Ptak_Waw_CTR_2024
TSW_XV_2025

WPR nie podoba się ,,Ojczyźnie''

17 października 2011
Związek Zawodowy Rolników OJCZYZNA jednoznacznie negatywnie ocenia przedstawione przez komisarza Daciana Ciolosa założenia legislacyjne i finansowe Wspólnej Polityki Rolnej po 2013 roku - informuje nas Lucjan Cichosz, przewodniczący związku. - Jednocześnie wyrażamy dezaprobatę dla postawy polskiego rządu oraz obecnego kierownictwa ministerstwa rolnictwa, które w odpowiednim czasie nie wykazały wystarczającego zaangażowania w obronę i reprezentowanie interesów polskiego rolnictwa. Obecne słowa krytyki dla gotowego już pakietu ze strony przedstawicieli rządu są więc zwyczajnie spóźnione i nieszczere.

Jak podają przedstawiciele związku, niezadowalające dla polskich producentów jest przede wszystkim utrudnienie dostępu do środków, ponadto negatywnie należy ocenić fakt, iż ich ogólny poziom pozostać ma na niezmienionym poziomie w sytuacji, gdy polityka wyrównanie szans wymaga w sposób oczywisty zwiększenia budżetu WPR i większych nakładów na rolnictwo zwłaszcza w nowych krajach członkowskich, z Polską na czele.

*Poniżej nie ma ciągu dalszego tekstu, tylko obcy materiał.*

import { describe, expect, it } from 'vitest';
import { stormProjection } from '../../../shared/domain/storm.js';
import { hydrographFlowAt, stormTimeline } from '../../../shared/domain/storm-timeline.js';

/**
 * The storm example of the calculator tests (design §3 item 4): Q = 1500 m³/h, Q_R = 900 m³/h,
 * X = 3.2 g/L, SVI 120 mL/g, V = 12 000 m³, A = 1400 m², storm 3000 m³/h. X_R,max = 1200/120 =
 * 10 g/L (rule of thumb [CP]); equilibrium X' = 10·900/3900 = 2.3077 g/L (storm.ts); the basin
 * relaxes toward it with τ = V/(Q_storm + Q_R) = 12 000/3900 = 3.077 h (completely mixed tank).
 */
const base = { influentFlow_m3h: 1500, rasFlow_m3h: 900, mlss_gL: 3.2, svi_mLg: 120, aerationVolume_m3: 12000, clarifierArea_m2: 1400, clarifierDepth_m: 4, blanketNow_m: 0.5 };
const step = (hours: number, flow = 3000) => [
  { t_h: 0, flow_m3h: flow },
  { t_h: hours, flow_m3h: flow },
];
const eq = stormProjection({ ...base, stormFlow_m3h: 3000 }).value!;

describe('storm timeline: basin as a CSTR, clarifier return capped at X_R,max·Q_R', () => {
  it('a 48 h constant storm ends within 1 % of the equilibrium projection (48 h = 15.6 τ)', () => {
    const r = stormTimeline({ ...base, hydrograph: step(48) });
    expect(r.quality).toBe('good');
    const last = r.value!.points.at(-1)!;
    expect(last.t_h).toBe(48);
    expect(Math.abs(last.mlss_gL - eq.equilibriumMlss_gL) / eq.equilibriumMlss_gL).toBeLessThan(0.01);
    expect(Math.abs(last.clarifierMass_kg - eq.sludgeToClarifiers_kg) / eq.sludgeToClarifiers_kg).toBeLessThan(0.01);
    // blanket rise of the moved sludge as storm.ts: mass·SVI·1e-3/A, on top of the 0.5 m before the storm
    expect(last.blanket_m - 0.5).toBeCloseTo(eq.blanketRise_m, 2);
  });

  it('a 2 h storm moves less than half the equilibrium mass: 1 − e^(−2/3.077) = 0.478 of it', () => {
    const r = stormTimeline({ ...base, hydrograph: step(2) }).value!;
    const moved = r.points.at(-1)!.clarifierMass_kg;
    expect(moved / eq.sludgeToClarifiers_kg).toBeLessThan(0.5);
    // exact for the capped regime: X(t) = X' + (X0 − X')·e^(−t/τ)
    expect(moved / eq.sludgeToClarifiers_kg).toBeCloseTo(1 - Math.exp(-2 / (12000 / 3900)), 4);
  });

  it('the stored sludge returns after the storm and the basin recovers its MLSS', () => {
    const r = stormTimeline({ ...base, hydrograph: [{ t_h: 0, flow_m3h: 3000 }, { t_h: 6, flow_m3h: 3000 }, { t_h: 6, flow_m3h: 1500 }, { t_h: 30, flow_m3h: 1500 }] }).value!;
    const at6 = r.points.find((p) => p.t_h === 6)!;
    expect(at6.clarifierMass_kg).toBeGreaterThan(0.8 * eq.sludgeToClarifiers_kg);
    const end = r.points.at(-1)!;
    expect(end.mlss_gL).toBeCloseTo(3.2, 6);
    expect(end.clarifierMass_kg).toBeCloseTo(0, 3);
    // required X_R at the dry-weather flow: X·(Q + Q_R)/Q_R = 3.2·2400/900
    expect(end.rasConcRequired_gL).toBeCloseTo((3.2 * 2400) / 900, 6);
  });

  it('a deep blanket reaches the surface: the check fails with its time, the level is capped, never good', () => {
    const r = stormTimeline({ ...base, blanketNow_m: 3.5, hydrograph: step(12) });
    expect(r.quality).toBe('estimated');
    const v = r.value!;
    expect(v.blanketReachesSurface_h).not.toBeNull();
    // rise needed 0.5 m = mass·0.12/1400 → mass 5833 kg > the 0.478·… moved in 2 h? find it by the closed form:
    // moved(t) = (X0 − X')·V·(1 − e^(−t/τ)); 5833.3 = 10 615.4·(1 − e^(−t/3.077)) → t = 2.46 h
    const need = (0.5 * 1400) / 0.12;
    const tExpect = -(12000 / 3900) * Math.log(1 - need / eq.sludgeToClarifiers_kg);
    expect(v.blanketReachesSurface_h!).toBeCloseTo(tExpect, 1);
    const surface = v.checks.find((c) => c.rule === 'blanket-below-surface')!;
    expect(surface).toMatchObject({ ok: false, limit: 4 });
    expect(surface.firstFailed_h).toBe(v.blanketReachesSurface_h);
    expect(v.peakBlanket_m).toBe(4);
    for (const p of v.points) expect(p.blanket_m).toBeLessThanOrEqual(4);
    expect(v.firstFailure_h).not.toBeNull();
    expect(r.reasons.join(' ')).toMatch(/reaches the clarifier surface/);
  });

  it('checks carry the first failure time; a storm the clarifier can pass moves nothing', () => {
    const r = stormTimeline({ ...base, hydrograph: step(12) }).value!;
    const rise = r.checks.find((c) => c.rule === 'max-blanket-rise')!;
    // 0.3 m rise = 3500 kg: 3500 = 10 615.4·(1 − e^(−t/3.077)) → t = 1.23 h
    expect(rise.firstFailed_h!).toBeCloseTo(-(12000 / 3900) * Math.log(1 - 3500 / eq.sludgeToClarifiers_kg), 1);
    expect(r.firstFailure_h).toBe(Math.min(...r.checks.flatMap((c) => (c.firstFailed_h === null ? [] : [c.firstFailed_h]))));
    // 1800 m³/h: (1800 + 900)·3.2 = 8640 kg/h < 10·900 = 9000 kg/h: all is returned
    const mild = stormTimeline({ ...base, hydrograph: step(12, 1800) }).value!;
    expect(mild.points.at(-1)!.clarifierMass_kg).toBeCloseTo(0, 9);
    expect(mild.firstFailure_h).toBeNull();
  });

  it('no blanket level given: rise only, estimated and said; invalid hydrographs are refused', () => {
    const { blanketNow_m: _, ...noLevel } = base;
    const r = stormTimeline({ ...noLevel, hydrograph: step(2) });
    expect(r.quality).toBe('estimated');
    expect(r.reasons.join(' ')).toMatch(/blanket level before the storm not given/);
    expect(stormTimeline({ ...base, hydrograph: [{ t_h: 0, flow_m3h: 1 }] }).value).toBeNull();
    expect(stormTimeline({ ...base, hydrograph: [{ t_h: 2, flow_m3h: 1 }, { t_h: 1, flow_m3h: 1 }] }).value).toBeNull();
  });

  it('hydrograph: linear between points, a repeated time is a step', () => {
    const h = [{ t_h: 0, flow_m3h: 100 }, { t_h: 2, flow_m3h: 300 }, { t_h: 2, flow_m3h: 50 }, { t_h: 4, flow_m3h: 50 }];
    expect(hydrographFlowAt(h, 1)).toBe(200);
    expect(hydrographFlowAt(h, 1.999)).toBeCloseTo(299.9, 9);
    expect(hydrographFlowAt(h, 2)).toBe(50);
    expect(hydrographFlowAt(h, 9)).toBe(50);
  });
});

    ZZR OJCZYZNA podkreśla także, iż: po pierwsze dopłaty w Polsce wprawdzie zbliżą się do średniej unijnej, ale nie dlatego, że znacząco wzrosną, tylko dlatego, że spłaszczą się nożyce między krajami uprzywilejowanymi, a najbardziej pod  względem płatności uprzywilejowanymi. Nie zmieni to jednak faktu, że obecnie polski rolnik dostaje 215 eu na hektar przy unijnej średniej 271 eu/ha, a po zmianie będzie dostawał ok. 239 eu/ha przy średniej 266 eu/ha. Głośno ogłaszana poprawa i ,,wyrównanie szans" sprowadza się więc do 100 zł za hektar w skali roku. W zakresie płatności podstawowych ciągu czterech lat 2014-2018 ogólny urobek Polski wyniesie (wg informacji DG AGRI) ledwie ok. 83 mln eu. Trudno to nazwać inaczej, niż dotkliwą porażką Polski. Po drugie: nowa WPR zamiast uproszczenia, wprowadza dalsze skomplikowanie procedur. Komisja Europejska, mimo jednoznacznego sprzeciwu nie tylko polskich organizacji rolniczych, ale całego Komitetu COPA COGECA uparła się na utrzymanie priorytetu ,,zazieleniania", czyli uznawanie, że celem rolnictwa nie jest produkcja rolna, tylko ochrona środowiska (sic!). Temu ma służyć dalsza rozbudowa dotychczasowych obszarów Natura 2000 (tym razem w formie tzw. zielonej infrastruktury), a także obowiązki nakładane bezpośrednio na rolnika, jak konieczność prowadzenia co najmniej trzech upraw. W tej sytuacji mogłoby zresztą nasunąć się pytanie: co to niby za nowość, że Komisja Europejska po dziesięciu stuleciach lat ponownie odkryła korzyści trójpolówki... Inny niemający uzasadnienia nakaz to obowiązek pozostawienia 7 proc. użytków rolnych danego gospodarstwa jako terenu zielonego. Wszystko to zaś obwarowane surowymi karami, do utraty prawa do dopłat (różnego typu) włącznie. Ograniczenia dotkną też wszystkich nie mieszczących się w kategorii ,,aktywny rolnik", czyli m.in. nieuzyskujących odpowiedniego kryterium dochodowego ocenianego na podstawie... źródeł pozarolniczych, co stanie się zapewne dodatkowym batem na małe gospodarstwa rolne dominujące na Ścianie Wschodniej, od dawna nie pasujące do ideału brukselskim i warszawskim fanom produkcji wielkohektarowej.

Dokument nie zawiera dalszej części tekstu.